What is required:
Go line by line through the entries and show those that hold the string "filename".

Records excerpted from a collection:
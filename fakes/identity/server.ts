/**
 * Stand-in for an organisation's OpenID Connect provider: authorization code with PKCE, one
 * confidential client, invented people who sign in with one click. A real protocol server on
 * loopback; it signs anybody in and must never be reachable from elsewhere.
 */
import { randomBytes } from 'node:crypto';
import { createServer, type IncomingMessage, type Server, type ServerResponse } from 'node:http';
import Provider, { type Configuration, type errors as ProviderErrors } from 'oidc-provider';
import { choosePage, messagePage, signOutPage, styleSheet } from './pages.ts';
import { demoPeople, type StandInPerson } from './people.ts';

export type IdentityStandInOptions = {
  readonly port: number;
  readonly clientId: string;
  readonly clientSecret: string;
  readonly redirectUris: readonly string[];
  readonly postLogoutRedirectUris: readonly string[];
  readonly people?: readonly StandInPerson[];
  /** Signs the cookies; give a stable one so that a restart keeps sessions' cookies readable. */
  readonly cookieKey?: string;
};
export type IdentityStandIn = {
  readonly url: string;
  readonly close: () => Promise<void>;
};

function buildConfiguration(
  options: IdentityStandInOptions,
  people: readonly StandInPerson[],
): Configuration {
  return {
    clients: [
      {
        client_id: options.clientId,
        client_secret: options.clientSecret,
        redirect_uris: [...options.redirectUris],
        post_logout_redirect_uris: [...options.postLogoutRedirectUris],
        response_types: ['code'],
        grant_types: ['authorization_code'],
        token_endpoint_auth_method: 'client_secret_basic',
      },
    ],
    pkce: { required: () => true },
    conformIdTokenClaims: false,
    claims: { openid: ['sub'], profile: ['name'], email: ['email'], roles: ['roles'] },
    scopes: ['openid', 'profile', 'email', 'roles'],
    cookies: {
      keys: [options.cookieKey ?? randomBytes(24).toString('hex')],
      names: {
        session: 'stand_in_session',
        interaction: 'stand_in_interaction',
        resume: 'stand_in_resume',
      },
    },
    interactions: { url: (_context, interaction) => `/interaction/${interaction.uid}` },
    features: {
      devInteractions: { enabled: false },
      rpInitiatedLogout: {
        enabled: true,
        logoutSource: (context, form) => {
          context.body = signOutPage(form);
        },
        postLogoutSuccessSource: (context) => {
          context.body = messagePage('Signed out', 'The session at the stand-in has ended.');
        },
      },
    },
    renderError: (context, out) => {
      context.type = 'html';
      context.body = messagePage(
        'This sign-in cannot go on',
        `${out.error_description ?? out.error} Go back to Millpond and start again.`,
      );
    },
    ttl: {
      Session: 12 * 3600,
      Interaction: 3600,
      Grant: 12 * 3600,
      IdToken: 3600,
      AccessToken: 3600,
    },
    findAccount: (_context, sub) => {
      const found = people.find((entry) => entry.sub === sub);
      return found === undefined
        ? undefined
        : {
            accountId: sub,
            claims: () => ({
              sub,
              name: found.name,
              email: found.email,
              roles: [...found.roles],
            }),
          };
    },
  };
}

async function readForm(request: IncomingMessage): Promise<URLSearchParams> {
  let text = '';
  for await (const piece of request) {
    text += String(piece);
    if (text.length > 4096) {
      throw new Error('The form is too large.');
    }
  }
  return new URLSearchParams(text);
}

function answer(response: ServerResponse, status: number, type: string, body: string): void {
  response.writeHead(status, {
    'content-type': `${type}; charset=utf-8`,
    'cache-control': 'no-store',
    'content-security-policy': "default-src 'none'; style-src 'self'",
  });
  response.end(body);
}

/** Finishes a sign-in for a person: account, and consent to everything that was asked. */
async function signIn(
  provider: Provider,
  request: IncomingMessage,
  response: ServerResponse,
  sub: string,
): Promise<void> {
  const details = await provider.interactionDetails(request, response);
  const clientId = details.params['client_id'];
  const scope = details.params['scope'];
  const grant = new provider.Grant({
    accountId: sub,
    ...(typeof clientId === 'string' ? { clientId } : {}),
  });
  grant.addOIDCScope(typeof scope === 'string' ? scope : 'openid');
  const grantId = await grant.save();
  await provider.interactionFinished(
    request,
    response,
    { login: { accountId: sub }, consent: { grantId } },
    { mergeWithLastSubmission: false },
  );
}

async function interact(
  provider: Provider,
  people: readonly StandInPerson[],
  request: IncomingMessage,
  response: ServerResponse,
): Promise<void> {
  const details = await provider.interactionDetails(request, response);
  const hint = details.params['login_hint'];
  if (request.method === 'POST') {
    const sub = (await readForm(request)).get('sub');
    if (sub === null || !people.some((entry) => entry.sub === sub)) {
      answer(
        response,
        400,
        'text/html',
        messagePage('Nobody chosen', 'Go back and choose a person.'),
      );
      return;
    }
    await signIn(provider, request, response, sub);
    return;
  }
  if (typeof hint === 'string' && people.some((entry) => entry.sub === hint)) {
    await signIn(provider, request, response, hint);
    return;
  }
  if (details.prompt.name === 'consent' && details.session?.accountId !== undefined) {
    await signIn(provider, request, response, details.session.accountId);
    return;
  }
  answer(response, 200, 'text/html', choosePage(details.uid, people));
}

function isProviderError(error: unknown): error is ProviderErrors.OIDCProviderError {
  return error instanceof Error && 'error_description' in error;
}

function listen(server: Server, port: number): Promise<number> {
  return new Promise((resolve, reject) => {
    server.once('error', reject);
    server.listen(port, '127.0.0.1', () => {
      const address = server.address();
      resolve(typeof address === 'object' && address !== null ? address.port : port);
    });
  });
}

/** Starts the stand-in on loopback; port 0 takes a free one. */
export async function start(options: IdentityStandInOptions): Promise<IdentityStandIn> {
  const people = options.people ?? demoPeople;
  const server = createServer();
  const port = await listen(server, options.port);
  const url = `http://127.0.0.1:${port}`;
  const provider = new Provider(url, buildConfiguration(options, people));
  const handleProtocol = provider.callback();
  server.on('request', (request, response) => {
    const path = new URL(request.url ?? '/', url).pathname;
    if (path === '/stand-in.css') {
      answer(response, 200, 'text/css', styleSheet);
      return;
    }
    if (!path.startsWith('/interaction/')) {
      void handleProtocol(request, response);
      return;
    }
    interact(provider, people, request, response).catch((error: unknown) => {
      const sentence = isProviderError(error)
        ? 'This sign-in was started too long ago or in another browser. Go back to Millpond and start again.'
        : 'The stand-in failed. Start it again.';
      answer(
        response,
        isProviderError(error) ? 400 : 500,
        'text/html',
        messagePage('This sign-in cannot go on', sentence),
      );
    });
  });
  return {
    url,
    close: () =>
      new Promise((resolve) => {
        server.close(() => {
          resolve();
        });
        server.closeAllConnections();
      }),
  };
}
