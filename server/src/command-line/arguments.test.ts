import { describe, expect, it } from 'vitest';

import { readArguments, UsageError } from './arguments.js';

describe('the command line', () => {
  it('takes files, charges and a tolerance in any order', () => {
    const read = readArguments(['a.cif', '--charges', 'Na=1,Cl=-1', 'b.cif', '--tolerance=1e-12']);
    expect(read.files).toEqual(['a.cif', 'b.cif']);
    expect(Object.fromEntries(read.charges)).toEqual({ Na: 1, Cl: -1 });
    expect(read.method.toleranceRelative).toBe(1e-12);
  });

  it('takes charges given in several options', () => {
    const read = readArguments(['a.cif', '--charges', 'Fe1=2', '--charges', 'Fe2=+3, O=-2']);
    expect(Object.fromEntries(read.charges)).toEqual({ Fe1: 2, Fe2: 3, O: -2 });
    expect(read.method.toleranceRelative).toBe(1e-10);
  });

  it.each([
    [[]],
    [['--charges', 'Na=1']],
    [['a.cif', '--speed', '9']],
    [['a.cif', '--charges', 'Na']],
    [['a.cif', '--charges', 'Na=one']],
    [['a.cif', '--charges', 'Na=12']],
    [['a.cif', '--charges', 'Na=1,Na=2']],
    [['a.cif', '--charges']],
    [['a.cif', '--tolerance', 'fine']],
    [['a.cif', '--tolerance', '']],
    [['a.cif', '--tolerance', '1e-15']],
    [['a.cif', '--tolerance', '0.1']],
  ])('refuses %j', (args) => {
    expect(() => readArguments(args)).toThrow(UsageError);
  });
});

Written reply:
filename fakes/identity/server.ts
filename server/src/command-line/arguments.test.ts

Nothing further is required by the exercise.